Why Pinterest doesn’t want users to spend more time with the brand

Increasing dwell time is not the platform’s goal, according to president Tim Kendall, who instead wants to help people achieve their objective with the “least amount of friction”.

pinterest

For most brands dwell time is a key indicator of engagement. But for Pinterest president Tim Kendall, making people stay on the site longer means the brand has failed.

He says the brand’s goal is to figure out the way people can spend the least amount of time using Pinterest in order to achieve their objective, whether that’s planning a wedding or finding a recipe to cook that evening.

“At Pinterest we don’t measure time spent,” he says, talking to Marketing Week at the Cannes Lions Festival.

“We really aren’t trying to get people to spend more and more needless minutes on the app. We want people to have a delightful discovery experience, but ultimately, we want to inspire people with an idea and then help them – with the least amount of friction – to make that idea a reality.”
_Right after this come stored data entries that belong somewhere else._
package viz

import (
	"bytes"
	"encoding/json"
	"strings"
	"testing"

	"github.com/stretchr/testify/assert"
	"github.com/stretchr/testify/require"
)

// A fan against a vent: the text report lists the branches, the fan's
// operating point and the mass balance; JSON carries the same; the
// diagram labels the air path with its flow. A model without solved
// flows has no airflow section.
const fanBox = `
title: fan box
ambient: {temperature: 20 degC}
nodes:
  - {id: board, power: 10 W}
  - {id: box, kind: air}
links:
  - {kind: convection, from: board, to: box, coefficient: 20 W/m2/K, area: 0.05 m2}
  - {id: fan, kind: fan, from: ambient, to: box, curve: [[0, 60 Pa], [10 L/s, 40 Pa], [20 L/s, 0 Pa]], curve_speed: 3000 rpm, speed: 2400 rpm}
  - {id: vent, kind: loss, from: box, to: ambient, coefficient: 2, area: 10 cm2}
`

func TestAirflowSections(t *testing.T) {
	sol, run := solveText(t, "fan.yaml", fanBox)
	var b bytes.Buffer
	require.NoError(t, WriteText(&b, sol, run, ByFile))
	text := b.String()
	for _, want := range []string{"airflow (", "fans (operating point", "2400 rpm", "mass balance [g/s]", "vent "} {
		assert.Contains(t, text, want)
	}
	b.Reset()
	require.NoError(t, WriteJSON(&b, NewReport(sol.Net.Model, sol, run)))
	var doc map[string]any
	require.NoError(t, json.Unmarshal(b.Bytes(), &doc))
	af, ok := doc["airflow"].(map[string]any)
	require.True(t, ok, "no airflow in the JSON")
	assert.Len(t, af["branches"], 2)
	assert.Len(t, af["fans"], 1)
	dot, err := DOT(sol, ColourMargin)
	require.NoError(t, err)
	assert.True(t, strings.Contains(dot, "L/s"), "air path not labelled with its flow")

	plain, run := solved(t)
	b.Reset()
	require.NoError(t, WriteText(&b, plain, run, ByFile))
	assert.NotContains(t, b.String(), "airflow (")
}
Kendall believes the brand has an obligation to make people’s lives easier, not add to the stress of living in an always-on environment where people are addicted to their smartphones.
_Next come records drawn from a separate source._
package viz

import (
	"bufio"
	"bytes"
	"encoding/json"
	"fmt"
	"io"
	"math"
	"strconv"
	"strings"

	"github.com/heatgraph/heatgraph/network"
)

// PlateCellsHeader is the header row of WritePlateCells as CSV: one row a
// cell, the centre of the cell in mm from the plate's corner at x = 0,
// y = 0 of its bottom face.
var PlateCellsHeader = []string{"plate", "i", "j", "k", "x_mm", "y_mm", "z_mm", "temperature_degC"}

// Cell formats of WritePlateCells.
const (
	CellsCSV  = "csv"
	CellsJSON = "json"
)

// WritePlateCells writes the temperature of every cell of every meshed
// plate of a solution, as CSV (one row a cell, PlateCellsHeader) or as
// compact JSON: an array with one object a plate,
//
//	[{"plate":"board","nx":50,"ny":40,"nz":2,"dx_mm":2,"dy_mm":2,
//	  "z_edges_mm":[0,0.8,1.6],"temperature_degC":[41.2,...]}]
//
// where the temperature of cell (i, j, k) is at index i + nx·(j + ny·k).
// Numbers are written in the shortest form that reads back to the same
// float64. A temperature that is not finite is null in JSON and an empty
// cell in CSV (NonFinite counts them). The cells are streamed: memory does
// not grow with their number.
func WritePlateCells(w io.Writer, sol *network.Solution, format string) error {
	for i := range sol.Plates {
		if err := checkPlate(&sol.Plates[i]); err != nil {
			return err
		}
	}
	bw := bufio.NewWriterSize(w, 64<<10)
	var err error
	switch format {
	case CellsCSV:
		err = writeCellsCSV(bw, sol.Plates)
	case CellsJSON:
		err = writeCellsJSON(bw, sol.Plates)
	default:
		return fmt.Errorf("unknown cell format %q (use %s or %s)", format, CellsCSV, CellsJSON)
	}
	if err != nil {
		return err
	}
	return bw.Flush()
}

// appendNum appends x in the shortest form that reads back exactly, or
// null (JSON) / nothing (CSV) when it is not finite.
func appendNum(b []byte, x float64, null string) []byte {
	if !finite(x) {
		return append(b, null...)
	}
	if x == 0 {
		x = 0 // no "-0"
	}
	return strconv.AppendFloat(b, x, 'g', -1, 64)
}

// mm rounds a length in millimetres to 1e-9 mm, far below any cell, so
// that the round-off of the arithmetic that found it does not show (0.3,
// not 0.30000000000000004).
func mm(v float64) float64 { return math.Round(v*1e9) / 1e9 }

// csvField quotes a field as RFC 4180 asks when it holds a comma, a quote,
// a line break or leading space.
func csvField(s string) string {
	if s == "" || !strings.ContainsAny(s, ",\"\r\n") && s[0] != ' ' && s[0] != '\t' {
		return s
	}
	return `"` + strings.ReplaceAll(s, `"`, `""`) + `"`
}

func writeCellsCSV(bw *bufio.Writer, plates []network.PlateResult) error {
	bw.WriteString(strings.Join(PlateCellsHeader, ",") + "\n")
	b := make([]byte, 0, 256)
	for pi := range plates {
		p := &plates[pi]
		id := csvField(p.ID)
		dx, dy := 1e3*p.Width/float64(p.NX), 1e3*p.Length/float64(p.NY)
		// The text of each column's "i,x_mm" once, at xs[xo[i]:xo[i+1]]:
		// rows differ only in j, k and the temperature.
		xo := make([]int, p.NX+1)
		xs := make([]byte, 0, 40*p.NX) // an int, a zero byte and a float: at most 40 bytes
		for i := 0; i < p.NX; i++ {
			xs = strconv.AppendInt(xs, int64(i), 10)
			xs = append(xs, 0) // stands for j, k
			xs = appendNum(xs, mm((float64(i)+0.5)*dx), "")
			xo[i+1] = len(xs)
		}
		jk := make([]byte, 0, 80)
		c := 0
		for k := 0; k < p.NZ; k++ {
			z := mm(1e3 * zCentre(p, k))
			for j := 0; j < p.NY; j++ {
				jk = append(jk[:0], ',')
				jk = strconv.AppendInt(jk, int64(j), 10)
				jk = append(jk, ',')
				jk = strconv.AppendInt(jk, int64(k), 10)
				jk = append(jk, ',')
				yz := len(jk)
				jk = appendNum(jk, mm((float64(j)+0.5)*dy), "")
				jk = append(jk, ',')
				jk = appendNum(jk, z, "")
				for i := 0; i < p.NX; i++ {
					col := xs[xo[i]:xo[i+1]]
					cut := bytes.IndexByte(col, 0)
					b = append(b[:0], id...)
					b = append(b, ',')
					b = append(b, col[:cut]...) // i
					b = append(b, jk[:yz]...)   // ,j,k,
					b = append(b, col[cut+1:]...)
					b = append(b, jk[yz-1:]...) // ,y,z
					b = append(b, ',')
					b = appendNum(b, celsius(p.T[c]), "")
					b = append(b, '\n')
					c++
					if _, err := bw.Write(b); err != nil {
						return err
					}
				}
			}
		}
	}
	return nil
}

func writeCellsJSON(bw *bufio.Writer, plates []network.PlateResult) error {
	b := make([]byte, 0, 64)
	bw.WriteByte('[')
	for pi := range plates {
		p := &plates[pi]
		if pi > 0 {
			bw.WriteByte(',')
		}
		id, err := json.Marshal(p.ID)
		if err != nil {
			return err
		}
		bw.WriteString(`{"plate":`)
		bw.Write(id)
		fmt.Fprintf(bw, `,"nx":%d,"ny":%d,"nz":%d,"dx_mm":`, p.NX, p.NY, p.NZ)
		bw.Write(appendNum(b[:0], mm(1e3*p.Width/float64(p.NX)), "null"))
		bw.WriteString(`,"dy_mm":`)
		bw.Write(appendNum(b[:0], mm(1e3*p.Length/float64(p.NY)), "null"))
		bw.WriteString(`,"z_edges_mm":[`)
		for k := 0; k <= p.NZ; k++ {
			if k > 0 {
				bw.WriteByte(',')
			}
			z0, z1 := zSpan(p, min(k, p.NZ-1))
			z := z0
			if k == p.NZ {
				z = z1
			}
			bw.Write(appendNum(b[:0], mm(1e3*z), "null"))
		}
		bw.WriteString(`],"temperature_degC":[`)
		for c, t := range p.T {
			b = b[:0]
			if c > 0 {
				b = append(b, ',')
			}
			if _, err := bw.Write(appendNum(b, celsius(t), "null")); err != nil {
				return err
			}
		}
		bw.WriteString("]}")
	}
	_, err := bw.WriteString("]\n")
	return err
}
“A lot of the trends we’re seeing show people are spending more and more time on their phone but they are less happy as a result of it, with higher levels of anxiety and higher levels of depression,” he adds.

Alternative measurement

Instead Pinterest looks to measure “time well spent”, which is the return based on the amount of time someone spends on the platform.

“The return is when someone finds a great idea and then goes and does it,” he says. “We can measure that in a couple of different ways. We can look at when consumers find an idea and then taps on it to go and find more about it. That’s a proxy for people taking action.

“We also have a new product called ‘tried it’, which is a way for people to indicate what recipes they’ve cooked versus ones they haven’t, for example.”

He says if people spend a certain amount of time with the brand and they respond with five ‘tried its’ then the brand “did a pretty good job” at helping that user achieve their goal.

“That’s how we think about it at Pinterest. As leaders of technology we need to be thoughtful about the kinds of services we’re building in terms of the impact we’re having on people’s lives. If what we’re building is making you have more anxiety that’s not great.

“There’s a moral imperative as people who build technology services that we do it for the right reasons. I understand maximising time spent is the business model but if it’s at the expense of quality of life – and that sounds dramatic – but ultimately it’s not we should be striving to do.”